Bruxelles reproche de nouveau à Berlin son excédent commercial

German euro coin. [Shutterstock]

Cet article fait partie de l'édition spéciale Emploi et croissance.

Dans son dernier bilan macroéconomique, la Commission européenne a de nouveau pointé de doigt l'Allemagne. De graves déséquilibres ont également été détectés en France et en Italie. Un article d'EURACTIV Allemagne.

Quatorze États membres connaissent des déséquilibres économiques significatifs, comme le révèle le bilan approfondi sur les déséquilibres macroéconomiques de la Commission présenté le 5 mars.

« L'analyse que nous présentons aujourd’hui montre que les États membres font des progrès dans la résolution des défis économiques. Mais ces progrès sont inégaux et, dans certains cas, ils doivent être approfondis », a indiqué dans un communiqué Olli Rehn, le commissaire européen en charge des affaires économiques et monétaires.

Pour la France, le principal déséquilbre porte sur son déficit.

>>Lire : Avertissement de Bruxelles sur le déficit français

Le rapport fait écho aux mises en garde du président de la Commission, José Manuel Barroso. Il avait sommé l'Allemagne en novembre dernier de prendre plus de mesures afin de s'attaquer aux déséquilibres économiques dans la zone euro en ouvrant ses marchés des services et en augmentant plus rapidement les salaires.
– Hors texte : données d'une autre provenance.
import { useState } from 'react';

/** Ends this session on the server, then returns to the Gallery. */
export default function SignOutButton() {
  const [busy, setBusy] = useState(false);
  async function signOut() {
    setBusy(true);
    await fetch('/api/auth/sign-out', { method: 'POST', headers: { 'Content-Type': 'application/json' }, body: '{}' });
    window.location.assign('/');
  }
  return (
    <button type="button" className="btn-quiet" onClick={signOut} disabled={busy} data-testid="sign-out">
      {busy ? 'Signing out…' : 'Sign out'}
    </button>
  );
}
Chaque État membre devrait être aussi compétitif que l’Allemagne

La Commission estime que l’Allemagne peut toujours progresser au vu des excédents commerciaux élevés du pays. La République fédérale a enregistré un excédent record d'environ 200 milliards d'euros en 2013.

Le fait qu’en Allemagne les exportations dépassent fortement les importations « témoigne d’une forte compétitivité. […] Cela indique aussi que la croissance intérieure reste faible et que les ressources économiques pourraient ne pas avoir été affectées de façon efficace », selon le rapport.
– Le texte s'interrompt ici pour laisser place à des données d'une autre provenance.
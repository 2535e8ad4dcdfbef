import { useRef, useState, type PointerEvent } from 'react';

type Props = { src: string; width: number; height: number; alt: string };

/** Opens the largest preview in a dialog; moving the pointer (or the arrow keys) pans across it. */
export default function Zoom({ src, width, height, alt }: Props) {
  const dialog = useRef<HTMLDialogElement>(null);
  const [origin, setOrigin] = useState({ x: 50, y: 50 });

  function pan(event: PointerEvent<HTMLDivElement>) {
    const box = event.currentTarget.getBoundingClientRect();
    setOrigin({ x: ((event.clientX - box.left) / box.width) * 100, y: ((event.clientY - box.top) / box.height) * 100 });
  }
  function keys(event: React.KeyboardEvent) {
    const step = 8;
    const moves: Record<string, [number, number]> = { ArrowLeft: [-step, 0], ArrowRight: [step, 0], ArrowUp: [0, -step], ArrowDown: [0, step] };
    const move = moves[event.key];
    if (!move) return;
    event.preventDefault();
    setOrigin((o) => ({ x: Math.min(100, Math.max(0, o.x + move[0])), y: Math.min(100, Math.max(0, o.y + move[1])) }));
  }

  return (
    <>
      <button type="button" className="btn-quiet" onClick={() => dialog.current?.showModal()}>Zoom in</button>
      <dialog ref={dialog} className="m-auto h-[92vh] w-[94vw] max-w-none bg-paper p-0 text-ink backdrop:bg-ink/70" aria-label={`Zoomed preview: ${alt}`} onKeyDown={keys}>
        <div className="flex h-full flex-col">
          <div className="flex items-center justify-between border-b border-rule px-4 py-2 text-sm">
            <span className="text-ink-soft">Move the pointer or use the arrow keys to look around.</span>
            <button type="button" className="btn-quiet" onClick={() => dialog.current?.close()} autoFocus>Close</button>
          </div>
          <div className="relative flex-1 cursor-crosshair overflow-hidden bg-mat" onPointerMove={pan}>
            {/* Lazy: inside the closed dialog it is not fetched until the dialog opens (it is the largest preview). */}
            <img
              src={src}
              alt={alt}
              width={width}
              height={height}
              loading="lazy"
              decoding="async"
              className="absolute inset-0 h-full w-full object-contain"
              style={{ transform: 'scale(2.2)', transformOrigin: `${origin.x}% ${origin.y}%` }}
            />
          </div>
        </div>
      </dialog>
    </>
  );
}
Tout en souhaitant un meilleur équilibre, le commissaire finlandais a souligné que les grands États membres de l'UE comme l'Allemagne contribuaient fortement à la croissance de l'Europe. Dans les pays du sud de l'Europe frappés par la crise, soumis à un autre système de suivi, la reprise économique et l'assainissement budgétaire se poursuivent.

La Commission ne critique pas l'Allemagne, car elle enregistre des résultats solides en matière d'exportation et un niveau élevé de compétitivité, a expliqué Olli Rehn à la presse. Au contraire, il espère que tous les États membres de l'UE deviennent aussi compétitifs que l'Allemagne.

La Commission s'est concentrée sur deux points en particulier dans le cas de l'Allemagne : le faible taux d'investissement au niveau national et le renforcement de la demande intérieure. Selon Olli Rehn, trois domaines sont cruciaux pour renforcer la demande intérieure : l'investissement, les services et la garde d'enfants.

Les déséquilibres nuisent à la stabilité de la zone euro

L'eurodéputé Werner Langen de l'Union chrétienne-démocrate (CDU) a salué le commissaire finlandais pour ne pas avoir vanté les positions des personnalités politiques européennes de gauche. Selon lui, ces dernières critiquent les niveaux élevés des exportations allemandes, car elles pourraient provoquer un manque de compétitivité dans les États membres de la zone euro.

D’après les détracteurs, les excédents d'exportation de l'économie allemande ont des effets néfastes sur les autres pays, ils provoquent une hausse de la dette. Par exemple, au cours de la crise de la zone euro, les États-Unis ont exhorté l'Allemagne à prendre davantage de mesures afin d'augmenter la consommation intérieure et de lutter contre le problème.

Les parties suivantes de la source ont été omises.